この傾向は、昔の来日団体招聘中心の頃からの伝統で、それが今でも培われているのだと思う。とにかく誰が来てうまかったよくなかった、比べてどうだったのオンパレード。
作品はどこにいったのか?
いい演奏だったからすぐれた曲を理解できた、というのも一見ありうる姿ではあるのですが、では、大半がいい演奏だったどまりの発言はなぜなのか。

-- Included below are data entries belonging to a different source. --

/// The next coarser level of `f`, whose interior stencil is `interior`.
fn coarsen<F: FineView>(f: &F, interior: [f32; 9]) -> Coarse {
    let (wf, hf) = f.dims();
    let (wc, hc) = (wf.div_ceil(2), hf.div_ceil(2));
    let pw = wc + 2;
    // A coarse point has the interior stencil when every fine point within three of it (in both
    // directions) is an interior point: first erode each fine row's interior bits horizontally ...
    let words = wf.div_ceil(64);
    let mut eroded = vec![0u64; words * hf];
    eroded.par_chunks_mut(words).enumerate().for_each(|(y, out)| {
        let mut inner = vec![0u64; words];
        f.interior_bits(y, &mut inner);
        for (i, o) in out.iter_mut().enumerate() {
            *o = (-3..=3).fold(!0, |acc, d| acc & shifted(&inner, i, d));
        }
    });
    // ... then check the seven rows around each coarse row. Ids go straight into the padded
    // grid; each segment's own stencils are numbered from 2 (a stencil equal to the previous one
    // of its segment, as along a straight edge, shares its id).
    type Own = (Vec<([f32; 9], [f32; 9])>, Vec<u32>);
    let segs = pw.div_ceil(SEGMENT);
    let mut id = vec![NONE; pw * (hc + 2)];
    let rows: Vec<(Own, usize)> = id[pw..(hc + 1) * pw]
        .par_chunks_mut(pw)
        .enumerate()
        .map(|(cy, ids)| {
            // The row's own stencils, and where each segment's begin among them.
            let (mut own, mut starts) = (Vec::new(), vec![0u32; segs]);
            let mut n = 0;
            let fy = 2 * cy;
            let column: Vec<u64> = if fy >= 3 && fy + 3 < hf {
                (0..words).map(|i| (fy - 3..=fy + 3).fold(!0, |acc, y| acc & eroded[y * words + i])).collect()
            } else {
                vec![0; words]
            };
            for (cx, id) in ids[1..=wc].iter_mut().enumerate() {
                let seg = (cx + 1) / SEGMENT;
                if (cx + 1) % SEGMENT == 0 || cx == 0 {
                    starts[seg] = own.len() as u32;
                }
                if !f.active(2 * cx as isize, fy as isize) {
                    continue;
                }
                n += 1;
                if column[2 * cx / 64] >> (2 * cx % 64) & 1 == 1 {
                    *id = INTERIOR;
                    continue;
                }
                let (s, p) = galerkin(f, cx, cy);
                let entry = (s.map(|v| v as f32), p.map(|v| v as f32));
                if own.len() == starts[seg] as usize || own.last() != Some(&entry) {
                    own.push(entry);
                }
                // At most SEGMENT stencils a segment: the id stays below 2 + SEGMENT.
                *id = INTERIOR + (own.len() - starts[seg] as usize) as u8;
            }
            ((own, starts), n)
        })
        .collect();
    drop(eroded);
    let mut table = vec![[0f32; 9], interior];
    let mut pcol = vec![[0f32; 9], BILINEAR];
    let mut seg_base = vec![0u32; segs * (hc + 2)];
    let mut n = 0;
    for (cy, ((own, starts), count)) in rows.into_iter().enumerate() {
        // Id 2 is a segment's first stencil.
        for (base, start) in seg_base[(cy + 1) * segs..(cy + 2) * segs].iter_mut().zip(starts) {
            *base = u32::try_from(table.len() - 2).expect("stencils fit in u32") + start;
        }
        n += count;
        for (st, col) in own {
            table.push(st);
            pcol.push(col);
        }
    }
    let mut c = Coarse {
        w: wc,
        h: hc,
        pw,
        id,
        seg_base,
        segs,
        table,
        pcol,
        n,
        runs: Runs::default(),
        pair_runs: Runs::default(),
    };
    c.runs = Runs::of(wc, hc, |x, y| c.id[c.at(x, y)] == INTERIOR);
    c.pair_runs =
        Runs::of(wc, hc, |x, y| y + 1 < hc && c.id[c.at(x, y)] == INTERIOR && c.id[c.at(x, y + 1)] == INTERIOR);
    c
}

個人と総体とは異なるとは思います、ブーイングの諸氏も音楽や演出には盛大なブラボーをしていたのかもしれず、純粋にいい悪いの表現をしただけというかもしれません。ただ、総体の表現体としてみれば、いかにもいかにも、プロオケ乱立で耳が肥えていると自負している集団が、作品や演出を通り越して(理解しようとはせず)、自分本位な表現をしている。東京ならではの出来事。場違いな知ったかぶりには苦笑せざるをえない。諸外国、国内、他のところではあまり見かけないいびつな姿なのです。素直に聴けない、比較の好きな、そして、よかった現場にいたがる(自分がいる現場は全てよい)、今回はその裏返し行為の表現だったのでしょう。知ったかぶりも頂点で、そろそろ深く考える時期に来ているのではないか。
ところでブーイングの連中、なにが問題だったのかしら。